OneFifty Blog

Social media and digital marketing news

Data: Lost in translation

Alex Pearmain

Jul 1, 20193 min read

We all too often believe in data’s power of indisputable “truth.” However, we fail to ask key questions of data analysis, which leads us to blindly follow “data-driven truths.”

This is not to say that analysis should be scrutinised down to the last line of code or row, but that we should probe to understand how fit-for-purpose the data insight is. For instance, you wouldn’t make consequential business decisions from a statistical model with a small sample size (statistically significant or not).

How is one to know without asking or being informed?

We obviously don’t want to review raw data manually all the time, so why do things go wrong?

Data Visualisation - How the Same Data Can Show Two Different Stories

From a young age, we are all taught to read graphs a certain way so that we can interpret one in seconds, and the best graphs should do just that. However, this is one of the most obvious ways in which data can be misinterpreted (or, unfortunately, manipulated).

Look at the graphs below—both use the same data, but by amending the y-axis, we can tell a remarkably different story. Neither is incorrect, but both are extremes that require the interpreter to come to their own conclusion.

Is the graph on the left too blasé about a profit decline, or is the graph on the right too alarming? Both will need more context and data for the reader to discern the most appropriate visualisation.

Two Graphs using the same data, but a change in the Y Axis means the visualisation is much more dramatic — Same Data, Different Visualisations

Using The Right Tool for Interpreting Data

Often, danger strikes when we don’t understand how specific tools function or when we use them for the sake of doing so. But it’s using our data and outputting some results, so how wrong can it be?

Again, the results aren’t wrong, but is this the best tool to provide the best solution?

Selecting the right tool and understanding its caveats is pivotal to making informed decisions.

Below is the London Fire Brigade data of incidents within Camden from 2009 to 2017 (left). One useful insight for the LFB would be to locate high concentration of incidents to allocate resources to nearby stations.

We can apply a k-means algorithm (some machine learning because everyone is doing it these days!) to find clusters of fire incidents.

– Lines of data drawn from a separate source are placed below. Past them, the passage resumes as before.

"""Tests for the fan component."""

import numpy as np
import openmdao.api as om
import pytest
from openmdao.utils.assert_utils import assert_check_partials

from bypassopt.components.cycle.fan_comp import FanComp
from bypassopt.components.gas.thermo import CaloricallyPerfectGas, ThermallyPerfectGas
from bypassopt.components.validation import InputRangeError

RTOL_EXACT = 1e-12
# Field-reference 3.2 prints temperatures to 3 decimals (6 significant figures) and works to 3 decimals
# in kJ/kg: half a unit of the last printed digit.
RTOL_FIELD_REF = 2e-6
ATOL_FIELD_REF_WORK = 5e-4  # kJ/kg
# The gas module and Cantera use the same NASA 7-coefficient data; they differ only in the last digits of
# the air composition and of the molar masses.
RTOL_CANTERA = 1e-6
PARTIALS_TOL = 1e-10
SEED = 20250103
CP, GAMMA = 1004.0, 1.4
GASES = [ThermallyPerfectGas(), CaloricallyPerfectGas(cp=CP, gamma=GAMMA)]
GAS_IDS = ["thermally_perfect", "calorically_perfect"]


def _problem(nn=1, gas=None, core_side_ratio="equal"):
    prob = om.Problem(reports=False)
    kwargs = {} if gas is None else {"gas": gas}
    prob.model.add_subsystem("fan", FanComp(num_nodes=nn, core_side_ratio=core_side_ratio, **kwargs),
                             promotes=["*"])
    prob.setup(force_alloc_complex=True)
    return prob


def test_thermally_perfect_check_values():
    """Thermally perfect gas: field-reference 3.2 check values.

    Source: field-reference 3.2 (variable-cp dry air, Cantera nasa_gas, computed there):
    T1 = 288.15 K, pi = 1.5, e = 0.92 -> T2 = 326.792 K, dh = 38.848 kJ/kg.
    """
    prob = _problem(1, ThermallyPerfectGas(), core_side_ratio="input")
    prob.set_val("Tt2", 288.15, units="K")
    prob.set_val("Pt2", 101325.0, units="Pa")
    prob.set_val("FPR", 1.5)
    prob.set_val("fan_bypass_eff_poly", 0.92)
    prob.set_val("fan_core_PR", 1.5)
    prob.set_val("fan_core_eff_poly", 0.92)
    prob.run_model()
    for T_name, w_name in (("Tt13", "fan_bypass_work"), ("Tt21", "fan_core_work")):
        np.testing.assert_allclose(prob.get_val(T_name, units="K"), 326.792, rtol=RTOL_FIELD_REF)
        np.testing.assert_allclose(prob.get_val(w_name, units="kJ/kg"), 38.848, rtol=0.0,
                                   atol=ATOL_FIELD_REF_WORK)
    np.testing.assert_allclose(prob.get_val("Pt13"), 1.5 * 101325.0, rtol=RTOL_EXACT)
    np.testing.assert_allclose(prob.get_val("Pt21"), 1.5 * 101325.0, rtol=RTOL_EXACT)


def test_work_equals_cantera_enthalpy_rise(cantera_air_enthalpy):
    """Conservation: the work is the enthalpy rise h(Tt_out) - h(Tt2), here from Cantera (nasa_gas.yaml)."""
    nn = 3
    prob = _problem(nn, ThermallyPerfectGas(), core_side_ratio="input")
    Tt2 = np.array([244.4, 288.15, 310.0])
    prob.set_val("Tt2", Tt2)
    prob.set_val("FPR", [1.35, 1.6, 2.2])
    prob.set_val("fan_core_PR", [1.2, 1.4, 1.9])
    prob.run_model()
    h2 = cantera_air_enthalpy(Tt2)
    for T_name, w_name in (("Tt13", "fan_bypass_work"), ("Tt21", "fan_core_work")):
        dh = cantera_air_enthalpy(prob.get_val(T_name)) - h2
        np.testing.assert_allclose(prob.get_val(w_name), dh, rtol=RTOL_CANTERA)


def test_calorically_perfect_closed_form():
    """Calorically perfect gas: closed-form temperature ratio and isentropic efficiency.

    Source: constant-gamma polytropic relations (field-reference 3.1; Saravanamuttoo et al., Gas Turbine
    Theory): T2/T1 = pi**((g-1)/(g e)), w = cp (T2 - T1); the isentropic efficiency
    (pi**((g-1)/g) - 1)/(T2/T1 - 1) reproduces the field-reference 3.2 values 0.91528 (pi 1.5, e 0.92) and
    0.92622 (pi 1.45, e 0.93), which equal fluids.compressible.isentropic_efficiency.
    """
    prob = _problem(1, CaloricallyPerfectGas(cp=CP, gamma=GAMMA), core_side_ratio="input")
    Tt2 = 250.0
    prob.set_val("Tt2", Tt2)
    prob.set_val("FPR", 1.5)
    prob.set_val("fan_bypass_eff_poly", 0.92)
    prob.set_val("fan_core_PR", 1.45)
    prob.set_val("fan_core_eff_poly", 0.93)
    prob.run_model()
    k = (GAMMA - 1.0) / GAMMA
    for T_name, w_name, pr, e, eta_ref in (("Tt13", "fan_bypass_work", 1.5, 0.92, 0.91528),
                                           ("Tt21", "fan_core_work", 1.45, 0.93, 0.92622)):
        tau = prob.get_val(T_name)[0] / Tt2
        np.testing.assert_allclose(tau, pr ** (k / e), rtol=RTOL_EXACT)
        np.testing.assert_allclose(prob.get_val(w_name), CP * (tau - 1.0) * Tt2, rtol=RTOL_EXACT)
        eta = (pr**k - 1.0) / (tau - 1.0)
        np.testing.assert_allclose(eta, eta_ref, atol=5e-6)  # 5 printed decimals


def test_equal_core_side_ratio():
    """With core_side_ratio='equal' the core-side stream has the bypass pressure ratio FPR."""
    prob = _problem(1, ThermallyPerfectGas())
    prob.set_val("FPR", 1.55)
    prob.set_val("fan_bypass_eff_poly", 0.91)
    prob.set_val("fan_core_eff_poly", 0.91)
    prob.run_model()
    np.testing.assert_allclose(prob.get_val("Pt21"), prob.get_val("Pt13"), rtol=RTOL_EXACT)
    np.testing.assert_allclose(prob.get_val("Tt21"), prob.get_val("Tt13"), rtol=RTOL_EXACT)
    np.testing.assert_allclose(prob.get_val("fan_core_work"), prob.get_val("fan_bypass_work"),
                               rtol=RTOL_EXACT)


@pytest.mark.parametrize("gas", GASES, ids=GAS_IDS)
@pytest.mark.parametrize("core_side_ratio", ["equal", "input"])
@pytest.mark.parametrize("nn", [4, 1])
def test_partials(nn, core_side_ratio, gas):
    """Analytic partials match complex step for both gas models and both core-side options."""
    rng = np.random.default_rng(SEED + nn)
    prob = _problem(nn, gas, core_side_ratio)
    prob.set_val("Tt2", rng.uniform(220.0, 320.0, nn))
    prob.set_val("Pt2", rng.uniform(20000.0, 120000.0, nn))
    prob.set_val("FPR", rng.uniform(1.2, 2.5, nn))
    prob.set_val("fan_bypass_eff_poly", rng.uniform(0.88, 0.94, nn))
    prob.set_val("fan_core_eff_poly", rng.uniform(0.86, 0.92, nn))
    if core_side_ratio == "input":
        prob.set_val("fan_core_PR", rng.uniform(1.1, 2.0, nn))
    prob.run_model()
    data = prob.check_partials(method="cs", out_stream=None)
    assert_check_partials(data, atol=PARTIALS_TOL, rtol=PARTIALS_TOL)


@pytest.mark.parametrize("value", [1.0, 0.9, 4.5, np.nan])
def test_bad_fpr(value):
    """FPR must be above 1 and at most 4 (FPR = 1 is no fan): refused with the variable and range named."""
    prob = _problem(2)
    prob.set_val("FPR", [1.5, value])
    with pytest.raises(InputRangeError, match=r"FPR = .* at node 1 .*above 1 up to 4"):
        prob.run_model()


def test_fpr_one_message():
    """The message for FPR = 1 says that it must be above 1."""
    prob = _problem()
    prob.set_val("FPR", 1.0)
    with pytest.raises(om.AnalysisError, match=r"FPR = 1 is outside the valid range \(above 1 up to 4\)"):
        prob.run_model()


def test_bad_core_side_ratio_and_efficiency():
    """fan_core_PR below 1 and an efficiency above 1 are refused with the variable named."""
    prob = _problem(1, core_side_ratio="input")
    prob.set_val("fan_core_PR", 0.95)
    with pytest.raises(ValueError, match=r"fan_core_PR = 0\.95 .*from 1 up to 4"):
        prob.run_model()
    prob.set_val("fan_core_PR", 1.4)
    prob.set_val("fan_bypass_eff_poly", 1.2)
    with pytest.raises(ValueError, match=r"fan_bypass_eff_poly = 1\.2 .*from 0\.5 up to 1"):
        prob.run_model()


def test_exit_temperature_outside_gas_range():
    """An exit temperature beyond the gas model's range names the station."""
    prob = _problem(1)
    prob.set_val("Tt2", 2000.0)
    prob.set_val("FPR", 4.0)
    with pytest.raises(InputRangeError, match=r"Tt13 is outside the gas model's range"):
        prob.run_model()
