"""Tests of the core-size effect on HPC and HPT polytropic efficiency (tip clearance over blade height)."""

import numpy as np
import openmdao.api as om
import pytest
from openmdao.utils.assert_utils import assert_check_partials

from bypassopt.components.cycle.core_size_efficiency_comp import CoreSizeEfficiencyComp
from bypassopt.components.defaults import TURBOMACHINERY_DEFAULTS
from bypassopt.components.validation import InputRangeError

EXACT_RTOL = 1e-12
PARTIALS_TOL = 1e-10
SEED = 314

#: Polytropic efficiency lost per unit clearance / span in the rear stages of a small-core HP compressor: "a 1.6 %
#: decrease in polytropic efficiency ... for a 1 % increase in gap-to-span ratio" (MIT S.M. thesis "Small core axial
#: compressors for high efficiency jet aircraft", 2012, abstract). Printed to 2 figures: +-0.05.
K_COMPRESSOR_PUBLISHED, K_COMPRESSOR_READING = 1.6, 0.05
#: Turbine total efficiency lost per 1 % clearance / blade height, measured on a cold-air single-stage turbine over
#: 2-5 % clearance: "approximate 1.5 percent" (recessed casing) and "approximate 2.0 percent" (reduced rotor blade
#: height) (Haas and Kofskey, NASA TP-1032, abstract). A smaller core is the reduced-blade-height case.
K_TURBINE_PUBLISHED_RANGE = (1.5, 2.0)
K_TURBINE_SHORT_BLADE = 2.0
#: Reading scatter of "approximate 2.0 percent": +-0.1.
K_TURBINE_READING = 0.1


def _problem(nn=1, size_effect=True, **values):
    prob = om.Problem(reports=False)
    prob.model.add_subsystem("c", CoreSizeEfficiencyComp(num_nodes=nn, size_effect=size_effect), promotes=["*"])
    prob.setup(force_alloc_complex=True)
    for name, val in values.items():
        prob.set_val(name, val)
    return prob


def _clearance_law(e_ref, k, ratio_ref, w, w_ref):
    """Efficiency from the clearance law written from its two physical statements, not from the formula.

    The blade height of geometrically similar annuli scales with the square root of the annulus area, the area
    with the corrected flow (mass-flow function at fixed Mach number, field-reference 7.1); the clearance is
    the same; efficiency falls linearly with clearance / height.
    """
    height_ratio = np.sqrt(w / w_ref)          # h / h_ref
    ratio = ratio_ref / height_ratio           # c / h
    return e_ref - k * (ratio - ratio_ref)


def test_reference_size_gives_the_reference_efficiency():
    """At the reference core size the technology levels come out unchanged."""
    prob = _problem(W3_corrected=2.7, core_size_ref=2.7, hpc_eff_poly_ref=0.905, hpt_eff_poly_ref=0.885)
    prob.run_model()
    assert prob.get_val("hpc_eff_poly")[0] == pytest.approx(0.905, rel=EXACT_RTOL)
    assert prob.get_val("hpt_eff_poly")[0] == pytest.approx(0.885, rel=EXACT_RTOL)


def test_quarter_size_doubles_the_clearance_ratio():
    """A core with a quarter of the corrected flow has half the blade height, twice the clearance ratio, and
    loses K (c/h)_ref of efficiency: the loss per unit of added clearance / height is the published sensitivity
    (HPC: 1.6, MIT S.M. thesis 2012; HPT: 2.0 with shortened blades, inside 1.5-2.0, NASA TP-1032)."""
    prob = _problem(W3_corrected=0.75, core_size_ref=3.0, hpc_clearance_ratio_ref=0.015,
                    hpt_clearance_ratio_ref=0.01)
    prob.run_model()
    k_hpc = (0.91 - prob.get_val("hpc_eff_poly")[0]) / 0.015  # added clearance ratio = (c/h)_ref
    k_hpt = (0.90 - prob.get_val("hpt_eff_poly")[0]) / 0.01
    assert k_hpc == pytest.approx(K_COMPRESSOR_PUBLISHED, abs=K_COMPRESSOR_READING)
    assert k_hpt == pytest.approx(K_TURBINE_SHORT_BLADE, abs=K_TURBINE_READING)
    assert K_TURBINE_PUBLISHED_RANGE[0] - K_TURBINE_READING <= k_hpt <= K_TURBINE_PUBLISHED_RANGE[1] + K_TURBINE_READING


def test_one_percent_more_clearance_costs_the_published_points():
    """Published form of the sensitivity: +1 % of clearance / span (1.5 % -> 2.5 %, the core shrunk by the factor
    (1.5/2.5)^2) costs 1.6 points of HPC polytropic efficiency (MIT S.M. thesis 2012) and, at 1 % -> 2 %, 2.0 points
    of HPT efficiency (NASA TP-1032, shortened rotor blades)."""
    w_ref = 3.0
    prob = _problem(2, W3_corrected=[w_ref * (1.5 / 2.5) ** 2, w_ref * (1.0 / 2.0) ** 2], core_size_ref=w_ref,
                    hpc_clearance_ratio_ref=0.015, hpt_clearance_ratio_ref=0.010)
    prob.run_model()
    assert 100.0 * (0.91 - prob.get_val("hpc_eff_poly")[0]) == pytest.approx(1.6, abs=K_COMPRESSOR_READING)
    assert 100.0 * (0.90 - prob.get_val("hpt_eff_poly")[1]) == pytest.approx(2.0, abs=K_TURBINE_READING)


def test_small_core_clearance_against_the_published_last_stage_value():
    """Plausibility of the size law with the default reference (1.5 % stage-averaged clearance / height at 3 kg/s,
    components/defaults.py): at the thesis's smallest core, 1.5 lbm/s = 0.680 kg/s HPC exit corrected flow, the
    clearance ratio the model implies, (c/h)_ref + (e_ref - e)/K = 3.15 %, is stage-averaged and so must lie below
    the "up to 4.5 % clearance-to-span ratio at the last stage" stated for that size (MIT S.M. thesis 2012,
    abstract), and above the reference level."""
    w_ref = TURBOMACHINERY_DEFAULTS["core_size_ref"][0]
    ratio_ref = TURBOMACHINERY_DEFAULTS["hpc_clearance_ratio_ref"][0]
    prob = _problem(W3_corrected=1.5 * 0.45359237, core_size_ref=w_ref, hpc_clearance_ratio_ref=ratio_ref)
    prob.run_model()
    ratio = ratio_ref + (0.91 - prob.get_val("hpc_eff_poly")[0]) / K_COMPRESSOR_PUBLISHED
    assert ratio == pytest.approx(0.0315, abs=5e-5)
    assert ratio_ref < ratio < 0.045


@pytest.mark.parametrize("w3", [0.4, 1.5, 2.24, 6.0])
def test_clearance_law(w3):
    """Efficiencies equal the clearance law written from its physical statements (K 1.6 and 2.0, the published
    sensitivities)."""
    prob = _problem(W3_corrected=w3, core_size_ref=3.0, hpc_clearance_ratio_ref=0.015, hpt_clearance_ratio_ref=0.01,
                    hpc_eff_poly_ref=0.91, hpt_eff_poly_ref=0.90)
    prob.run_model()
    assert prob.get_val("hpc_eff_poly")[0] == pytest.approx(_clearance_law(0.91, 1.6, 0.015, w3, 3.0),
                                                            rel=EXACT_RTOL)
    assert prob.get_val("hpt_eff_poly")[0] == pytest.approx(_clearance_law(0.90, 2.0, 0.01, w3, 3.0),
                                                            rel=EXACT_RTOL)


def test_trends():
    """Efficiency rises with core size, losses grow faster as the core shrinks, and the gain above the reference is
    bounded by the clearance loss of the reference (zero clearance ratio at infinite size)."""
    w3 = np.append(np.linspace(0.5, 6.0, 12), 50.0)
    prob = _problem(len(w3), W3_corrected=w3, core_size_ref=3.0)
    prob.run_model()
    eff = prob.get_val("hpc_eff_poly")
    assert np.all(np.diff(eff) > 0.0)
    assert np.all(np.diff(eff[:-1], 2) < 0.0)  # concave on the uniform grid: each step down in size costs more
    assert eff[-1] < 0.91 + 1.6 * 0.015


def test_switched_off_passes_the_references_through():
    """size_effect=False: the efficiencies are the reference values whatever the core size."""
    prob = _problem(2, size_effect=False, W3_corrected=[0.5, 10.0], hpc_eff_poly_ref=0.9, hpt_eff_poly_ref=0.88)
    prob.run_model()
    np.testing.assert_array_equal(prob.get_val("hpc_eff_poly"), [0.9, 0.9])
    np.testing.assert_array_equal(prob.get_val("hpt_eff_poly"), [0.88, 0.88])


@pytest.mark.parametrize("size_effect", [True, False])
def test_partials_complex_step(size_effect):
    """Analytic partials against complex step."""
    nn = 4
    rng = np.random.default_rng(SEED)
    prob = _problem(nn, size_effect=size_effect, W3_corrected=rng.uniform(0.8, 6.0, nn),
                    core_size_ref=rng.uniform(2.0, 4.0, nn), hpc_eff_poly_ref=rng.uniform(0.88, 0.93, nn),
                    hpt_eff_poly_ref=rng.uniform(0.87, 0.92, nn), hpc_clearance_ratio_ref=rng.uniform(0.005, 0.03, nn),
                    hpt_clearance_ratio_ref=rng.uniform(0.005, 0.03, nn))
    prob.run_model()
    assert_check_partials(prob.check_partials(method="cs", out_stream=None), atol=PARTIALS_TOL, rtol=PARTIALS_TOL)


@pytest.mark.parametrize("values, pattern", [
    ({"W3_corrected": 0.0}, r"W3_corrected = 0 kg/s is outside the valid range \(above 0"),
    ({"W3_corrected": np.nan}, r"W3_corrected = nan kg/s is outside the valid range"),
    ({"W3_corrected": 0.1}, r"W3_corrected = 0\.1 kg/s is outside the valid range \(from 0\.2 up to 50"),
    ({"hpc_clearance_ratio_ref": 0.2},
     r"hpc_clearance_ratio_ref = 0\.2 is outside the valid range \(from 0 up to 0\.1"),
    ({"hpt_eff_poly_ref": 1.1}, r"hpt_eff_poly_ref = 1\.1 is outside the valid range \(from 0\.5 up to 1\)"),
    ({"W3_corrected": 0.2, "hpc_clearance_ratio_ref": 0.1, "core_size_ref": 50.0},
     r"hpc_eff_poly = .* from the size effect at W3_corrected = 0\.2 kg/s .* outside the valid range"),
])
def test_bad_inputs_raise(values, pattern):
    """NaN or out-of-range inputs, and a core too small for the correlation, raise InputRangeError."""
    prob = _problem(**values)
    with pytest.raises(InputRangeError, match=pattern):
        prob.run_model()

Applying a K Means Algorithm To London Fire Brigade Data

Even though we’ve applied machine learning and used a sufficiently large dataset, is this enough analysis to pass on to someone else? Probably not.

Only by understanding how the algorithm works would you know that you have to specify how many clusters you expect to find, in this case, six, which is biased in itself. The algorithm also has a random element when finding clusters, so if we were to run the process twice more, we would arrive at two different outputs below.

So which one is correct?

All of them are not fit for purpose. Regardless of how complex the algorithm is, it may be clear that we are using the wrong tool for the wrong job.

Different Outputs Depending on the Input for London Fire Brigade Data — Different Outputs Depending on the Input

The Dreaded Data Dredging

Also known as p-hacking, data dredging is a common pitfall when working with data, especially in academia. Data dredging is when one looks for any statistical significance within data and selectively pursues significant results rather than testing a single hypothesis.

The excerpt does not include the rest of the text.